───── MATERIAL TO PROCESS ─────

import { nameLengthProblem } from '../limits';
import type { ProjectDoc } from '../projectDoc';
import { scenarioUniqueName } from './scenarioUniqueName';

/** Returns the document with scenario `id` renamed (trimmed, made unique); unchanged for an unknown id, the same name, or one over the name length limit (nameLengthProblem says why). */
export function scenarioRename(doc: ProjectDoc, id: string, name: string): ProjectDoc {
  const target = doc.scenarios.find((s) => s.id === id);
  if (!target || nameLengthProblem(name.trim())) return doc;
  const unique = scenarioUniqueName(doc, name, id);
  if (unique === target.name) return doc;
  return { ...doc, scenarios: doc.scenarios.map((s) => (s.id === id ? { ...s, name: unique } : s)) };
}
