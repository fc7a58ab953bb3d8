import type { ProjectDoc } from '../projectDoc';
import { horizonNameTaken } from './horizonNameTaken';

// Horizon names key the results (horizonNameTaken), and a renamed or imported horizon may already be
// called "Horizon 3": a new horizon's default name must skip every name in use, not trust its id.

/** Returns "Horizon N" for a new horizon: N is the number of its id ("h7" → 7; the count + 1 for another id), raised until no horizon has that name. */
export function nextHorizonName(doc: ProjectDoc, id: string): string {
  const m = /^h(\d+)$/.exec(id);
  let n = m ? Number(m[1]) : doc.horizons.length + 1;
  while (horizonNameTaken(doc, id, `Horizon ${n}`)) n++;
  return `Horizon ${n}`;
}
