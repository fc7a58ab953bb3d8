import { nearestOnPolyline } from '../../geometry/nearestOnPolyline';
import type { DocFault, ImagePx, ProjectDoc } from '../projectDoc';
import { updateHorizon } from './updateHorizon';

/** The point of the fault (image pixels) nearest to q. */
function onFault(f: DocFault, q: ImagePx): ImagePx {
  const near = nearestOnPolyline(f.pointsPx.map((p) => p[0]), f.pointsPx.map((p) => p[1]), q[0], q[1]);
  if (!near) return q;
  const a = f.pointsPx[near.segment], b = f.pointsPx[near.segment + 1];
  return [a[0] + near.t * (b[0] - a[0]), a[1] + near.t * (b[1] - a[1])];
}

/**
 * Returns the document with the horizon cut at vertex `at` by the fault: a new piece starts at `at`, joined to
 * the piece before along the fault. With `snap`, the two piece ends (vertices at − 1 and at) are moved onto
 * the nearest points of the fault. Unchanged for an unknown horizon or fault, a fault of fewer than two
 * vertices, a cut already there, or one that would leave a piece of fewer than two vertices.
 */
export function addJoin(doc: ProjectDoc, horizonId: string, at: number, faultId: string, snap = false): ProjectDoc {
  const fault = doc.faults.find((f) => f.id === faultId);
  if (!fault || fault.pointsPx.length < 2 || !Number.isInteger(at)) return doc;
  return updateHorizon(doc, horizonId, (h) => {
    const before = h.joins.filter((j) => j.at < at);
    const after = h.joins.filter((j) => j.at > at);
    const lo = before.length ? before[before.length - 1].at : 0;
    const hi = after.length ? after[0].at : h.pointsPx.length;
    if (h.joins.some((j) => j.at === at) || at - lo < 2 || hi - at < 2) return h;
    const joins = [...before, { at, faultId }, ...after];
    if (!snap) return { ...h, joins };
    const pointsPx = h.pointsPx.slice();
    pointsPx[at - 1] = onFault(fault, pointsPx[at - 1]);
    pointsPx[at] = onFault(fault, pointsPx[at]);
    return { ...h, joins, pointsPx };
  });
}
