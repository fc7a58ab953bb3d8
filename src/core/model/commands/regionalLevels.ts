// The selected horizon's regional as numbers: its elevation at each pin, its mean elevation between the
// pins (the r of the area–depth analysis, docs/method.md §Pins, regional and excess area) and its dip.
import { imageToSection } from '../../calibration/mapPoints';
import { interpolateZAt } from '../../geometry/interpolateZAt';
import { meanElevation } from '../../geometry/meanElevation';
import { activeScenario } from '../docToSection';
import type { ProjectDoc } from '../projectDoc';
import { pinXs } from './pinXs';
import { sectionFrame } from './sectionFrame';

export interface RegionalLevels {
  pins: [number, number];
  /** Elevation of the regional at the left and right pins (section units; a straight end is extended). */
  zLeft: number;
  zRight: number;
  /** Mean elevation between the pins, (1/W₀) ∫ z dx. */
  mean: number;
  /** Dip of the chord between the pins, degrees; positive = down towards +x (to the right). */
  dipDeg: number;
  /** True when the regional is one straight segment. */
  straight: boolean;
}

/** Returns z at x along the polyline (x increasing), extending its end segments in a straight line; NaN for < 2 points. */
function zAlong(xs: number[], zs: number[], x: number): number {
  const n = xs.length;
  if (n < 2) return Number.NaN;
  const inside = interpolateZAt(xs, zs, x);
  if (Number.isFinite(inside)) return inside;
  const [i, j] = x < xs[0] ? [0, 1] : [n - 2, n - 1];
  if (xs[j] === xs[i]) return zs[i];
  return zs[i] + ((zs[j] - zs[i]) * (x - xs[i])) / (xs[j] - xs[i]);
}

/** Returns the horizon's regional levels in the active scenario, or null without pins or a regional. */
export function regionalLevels(doc: ProjectDoc, horizonId: string): RegionalLevels | null {
  const frame = sectionFrame(doc);
  const sc = activeScenario(doc);
  const pins = pinXs(sc.pinsPx, frame);
  const reg = sc.regionals[horizonId];
  if (!pins || !reg || reg.length < 2) return null;
  const pts = reg.map((p) => imageToSection(frame, p)).sort((a, b) => a[0] - b[0]);
  const xs = pts.map((q) => q[0]), zs = pts.map((q) => q[1]);
  const zLeft = zAlong(xs, zs, pins[0]), zRight = zAlong(xs, zs, pins[1]);
  // The mean over the pins: the regional's vertices between them, closed by its levels at the pins.
  const mx = [pins[0]], mz = [zLeft];
  for (let i = 0; i < xs.length; i++) if (xs[i] > pins[0] && xs[i] < pins[1]) { mx.push(xs[i]); mz.push(zs[i]); }
  mx.push(pins[1]); mz.push(zRight);
  const dipDeg = (Math.atan2(zLeft - zRight, pins[1] - pins[0]) * 180) / Math.PI;
  return { pins, zLeft, zRight, mean: meanElevation(mx, mz), dipDeg, straight: reg.length === 2 };
}
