function decodedAt(widthPx: number, heightPx: number): DecodeResult {
  const bitmap = { width: widthPx, height: heightPx, close: vi.fn() } as unknown as ImageBitmap;
  return { ok: true, bitmap, kind: 'tiff', widthPx, heightPx, mime: 'image/tiff', page: 1, pageCount: 3 };
}

/** Keeps a project with the scan in the (fake) browser database, as the last session left it. */
async function keep(): Promise<void> {
  const db = await openAutosaveDb(factory);
  const doc = { ...sampleDoc(), scan: scanRef };
  await writeSnapshot(db, { savedAt: '2026-01-01T00:00:00.000Z', doc, dirty: true }, { id: scanRef.id, type: scanRef.type, name: scanRef.name, bytes: new Blob([bytes], { type: scanRef.type }) }, true);
}

async function keptScanBytes(): Promise<Uint8Array | null> {
  const snap = await readSnapshot(await openAutosaveDb(factory));
  return snap?.scan ? new Uint8Array(await snap.scan.bytes.arrayBuffer()) : null;
}
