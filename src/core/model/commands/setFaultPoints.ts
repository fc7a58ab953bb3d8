import type { ImagePx, ProjectDoc } from '../projectDoc';
import { updateFault } from './updateFault';

/**
 * Returns the document with the fault's vertices (image pixels) replaced; joins on it are kept, and a piece
 * end the new trace no longer passes through is reported by the analysis (docToSection) until it is moved.
 */
export function setFaultPoints(doc: ProjectDoc, faultId: string, pointsPx: ImagePx[]): ProjectDoc {
  return updateFault(doc, faultId, (f) => ({ ...f, pointsPx: pointsPx.map(([u, v]) => [u, v]) }));
}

─────

WHAT YOU NEED TO DO
Give the data again. Keep every line identical.

SOLUTION TO THE EXERCISE
import { nameLengthProblem } from '../limits';
import type { ProjectDoc } from '../projectDoc';
import { scenarioUniqueName } from './scenarioUniqueName';

/** Returns the document with scenario `id` renamed (trimmed, made unique); unchanged for an unknown id, the same name, or one over the name length limit (nameLengthProblem says why). */
export function scenarioRename(doc: ProjectDoc, id: string, name: string): ProjectDoc {
  const target = doc.scenarios.find((s) => s.id === id);
  if (!target || nameLengthProblem(name.trim())) return doc;
  const unique = scenarioUniqueName(doc, name, id);
  if (unique === target.name) return doc;
  return { ...doc, scenarios: doc.scenarios.map((s) => (s.id === id ? { ...s, name: unique } : s)) };
}
repository fc7a58ab953bb3d8
import type { ProjectDoc } from '../projectDoc';
import { horizonNameTaken } from './horizonNameTaken';

// Horizon names key the results (horizonNameTaken), and a renamed or imported horizon may already be
// called "Horizon 3": a new horizon's default name must skip every name in use, not trust its id.

/** Returns "Horizon N" for a new horizon: N is the number of its id ("h7" → 7; the count + 1 for another id), raised until no horizon has that name. */
export function nextHorizonName(doc: ProjectDoc, id: string): string {
  const m = /^h(\d+)$/.exec(id);
  let n = m ? Number(m[1]) : doc.horizons.length + 1;
  while (horizonNameTaken(doc, id, `Horizon ${n}`)) n++;
  return `Horizon ${n}`;
}
repository fc7a58ab953bb3d8
import { nearestOnPolyline } from '../../geometry/nearestOnPolyline';
import type { DocFault, ImagePx, ProjectDoc } from '../projectDoc';
import { updateHorizon } from './updateHorizon';

/** The point of the fault (image pixels) nearest to q. */
function onFault(f: DocFault, q: ImagePx): ImagePx {
  const near = nearestOnPolyline(f.pointsPx.map((p) => p[0]), f.pointsPx.map((p) => p[1]), q[0], q[1]);
  if (!near) return q;
  const a = f.pointsPx[near.segment], b = f.pointsPx[near.segment + 1];
  return [a[0] + near.t * (b[0] - a[0]), a[1] + near.t * (b[1] - a[1])];
}

/**
 * Returns the document with the horizon cut at vertex `at` by the fault: a new piece starts at `at`, joined to
 * the piece before along the fault. With `snap`, the two piece ends (vertices at − 1 and at) are moved onto
 * the nearest points of the fault. Unchanged for an unknown horizon or fault, a fault of fewer than two
 * vertices, a cut already there, or one that would leave a piece of fewer than two vertices.
 */
export function addJoin(doc: ProjectDoc, horizonId: string, at: number, faultId: string, snap = false): ProjectDoc {
  const fault = doc.faults.find((f) => f.id === faultId);
  if (!fault || fault.pointsPx.length < 2 || !Number.isInteger(at)) return doc;
  return updateHorizon(doc, horizonId, (h) => {
    const before = h.joins.filter((j) => j.at < at);
    const after = h.joins.filter((j) => j.at > at);
    const lo = before.length ? before[before.length - 1].at : 0;
    const hi = after.length ? after[0].at : h.pointsPx.length;
    if (h.joins.some((j) => j.at === at) || at - lo < 2 || hi - at < 2) return h;
    const joins = [...before, { at, faultId }, ...after];
    if (!snap) return { ...h, joins };
    const pointsPx = h.pointsPx.slice();
    pointsPx[at - 1] = onFault(fault, pointsPx[at - 1]);
    pointsPx[at] = onFault(fault, pointsPx[at]);
    return { ...h, joins, pointsPx };
  });
}
repository fc7a58ab953bb3d8
filename src/core/model/commands/regionalLevels.ts
// The selected horizon's regional as numbers: its elevation at each pin, its mean elevation between the
// pins (the r of the area–depth analysis, docs/method.md §Pins, regional and excess area) and its dip.
import { imageToSection } from '../../calibration/mapPoints';
import { interpolateZAt } from '../../geometry/interpolateZAt';
import { meanElevation } from '../../geometry/meanElevation';
import { activeScenario } from '../docToSection';
import type { ProjectDoc } from '../projectDoc';
import { pinXs } from './pinXs';
import { sectionFrame } from './sectionFrame';

export interface RegionalLevels {
  pins: [number, number];
  /** Elevation of the regional at the left and right pins (section units; a straight end is extended). */
  zLeft: number;
  zRight: number;
  /** Mean elevation between the pins, (1/W₀) ∫ z dx. */
  mean: number;
  /** Dip of the chord between the pins, degrees; positive = down towards +x (to the right). */
  dipDeg: number;
  /** True when the regional is one straight segment. */
  straight: boolean;
}

/** Returns z at x along the polyline (x increasing), extending its end segments in a straight line; NaN for < 2 points. */
function zAlong(xs: number[], zs: number[], x: number): number {
  const n = xs.length;
  if (n < 2) return Number.NaN;
  const inside = interpolateZAt(xs, zs, x);
  if (Number.isFinite(inside)) return inside;
  const [i, j] = x < xs[0] ? [0, 1] : [n - 2, n - 1];
  if (xs[j] === xs[i]) return zs[i];
  return zs[i] + ((zs[j] - zs[i]) * (x - xs[i])) / (xs[j] - xs[i]);
}

/** Returns the horizon's regional levels in the active scenario, or null without pins or a regional. */
export function regionalLevels(doc: ProjectDoc, horizonId: string): RegionalLevels | null {
  const frame = sectionFrame(doc);
  const sc = activeScenario(doc);
  const pins = pinXs(sc.pinsPx, frame);
  const reg = sc.regionals[horizonId];
  if (!pins || !reg || reg.length < 2) return null;
  const pts = reg.map((p) => imageToSection(frame, p)).sort((a, b) => a[0] - b[0]);
  const xs = pts.map((q) => q[0]), zs = pts.map((q) => q[1]);
  const zLeft = zAlong(xs, zs, pins[0]), zRight = zAlong(xs, zs, pins[1]);
  // The mean over the pins: the regional's vertices between them, closed by its levels at the pins.
  const mx = [pins[0]], mz = [zLeft];
  for (let i = 0; i < xs.length; i++) if (xs[i] > pins[0] && xs[i] < pins[1]) { mx.push(xs[i]); mz.push(zs[i]); }
  mx.push(pins[1]); mz.push(zRight);
  const dipDeg = (Math.atan2(zLeft - zRight, pins[1] - pins[0]) * 180) / Math.PI;
  return { pins, zLeft, zRight, mean: meanElevation(mx, mz), dipDeg, straight: reg.length === 2 };
}
function decodedAt(widthPx: number, heightPx: number): DecodeResult {
  const bitmap = { width: widthPx, height: heightPx, close: vi.fn() } as unknown as ImageBitmap;
  return { ok: true, bitmap, kind: 'tiff', widthPx, heightPx, mime: 'image/tiff', page: 1, pageCount: 3 };
}

/** Keeps a project with the scan in the (fake) browser database, as the last session left it. */
async function keep(): Promise<void> {
  const db = await openAutosaveDb(factory);
  const doc = { ...sampleDoc(), scan: scanRef };
  await writeSnapshot(db, { savedAt: '2026-01-01T00:00:00.000Z', doc, dirty: true }, { id: scanRef.id, type: scanRef.type, name: scanRef.name, bytes: new Blob([bytes], { type: scanRef.type }) }, true);
}

async function keptScanBytes(): Promise<Uint8Array | null> {
  const snap = await readSnapshot(await openAutosaveDb(factory));
  return snap?.scan ? new Uint8Array(await snap.scan.bytes.arrayBuffer()) : null;
}
filename src/core/model/commands/setFaultPoints.ts
repository fc7a58ab953bb3d8
import type { ImagePx, ProjectDoc } from '../projectDoc';
import { updateFault } from './updateFault';

/**
 * Returns the document with the fault's vertices (image pixels) replaced; joins on it are kept, and a piece
 * end the new trace no longer passes through is reported by the analysis (docToSection) until it is moved.
 */
export function setFaultPoints(doc: ProjectDoc, faultId: string, pointsPx: ImagePx[]): ProjectDoc {
  return updateFault(doc, faultId, (f) => ({ ...f, pointsPx: pointsPx.map(([u, v]) => [u, v]) }));
}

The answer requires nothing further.